#### Prompt:
Collect the lines of the entries where "sparse" shows up.

(Saved data entries)

•••

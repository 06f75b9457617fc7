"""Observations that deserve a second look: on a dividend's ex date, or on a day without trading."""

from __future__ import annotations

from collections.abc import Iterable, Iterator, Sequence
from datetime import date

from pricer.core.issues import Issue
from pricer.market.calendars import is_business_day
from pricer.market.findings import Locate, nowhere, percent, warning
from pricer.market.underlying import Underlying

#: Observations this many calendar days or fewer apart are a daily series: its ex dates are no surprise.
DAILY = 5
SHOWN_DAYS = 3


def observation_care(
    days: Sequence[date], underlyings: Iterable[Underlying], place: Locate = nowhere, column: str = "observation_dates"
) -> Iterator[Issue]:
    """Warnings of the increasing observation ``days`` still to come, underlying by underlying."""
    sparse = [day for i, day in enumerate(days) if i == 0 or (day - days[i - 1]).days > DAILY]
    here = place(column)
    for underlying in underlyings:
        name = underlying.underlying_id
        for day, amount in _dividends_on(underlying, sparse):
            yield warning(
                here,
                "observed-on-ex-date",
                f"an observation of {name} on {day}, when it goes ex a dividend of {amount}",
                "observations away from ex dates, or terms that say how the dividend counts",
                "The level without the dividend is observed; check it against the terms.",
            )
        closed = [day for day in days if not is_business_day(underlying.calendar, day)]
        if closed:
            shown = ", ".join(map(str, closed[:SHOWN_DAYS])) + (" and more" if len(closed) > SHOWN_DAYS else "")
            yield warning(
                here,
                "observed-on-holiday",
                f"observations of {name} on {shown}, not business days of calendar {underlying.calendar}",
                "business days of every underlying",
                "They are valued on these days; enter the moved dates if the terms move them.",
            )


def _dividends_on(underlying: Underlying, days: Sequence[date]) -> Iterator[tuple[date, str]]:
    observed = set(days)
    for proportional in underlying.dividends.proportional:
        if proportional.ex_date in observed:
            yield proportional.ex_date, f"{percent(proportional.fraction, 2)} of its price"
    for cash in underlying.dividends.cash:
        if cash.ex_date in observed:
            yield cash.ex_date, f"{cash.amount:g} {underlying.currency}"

•••

#### Answer to this task:
    sparse = [day for i, day in enumerate(days) if i == 0 or (day - days[i - 1]).days > DAILY]
        for day, amount in _dividends_on(underlying, sparse):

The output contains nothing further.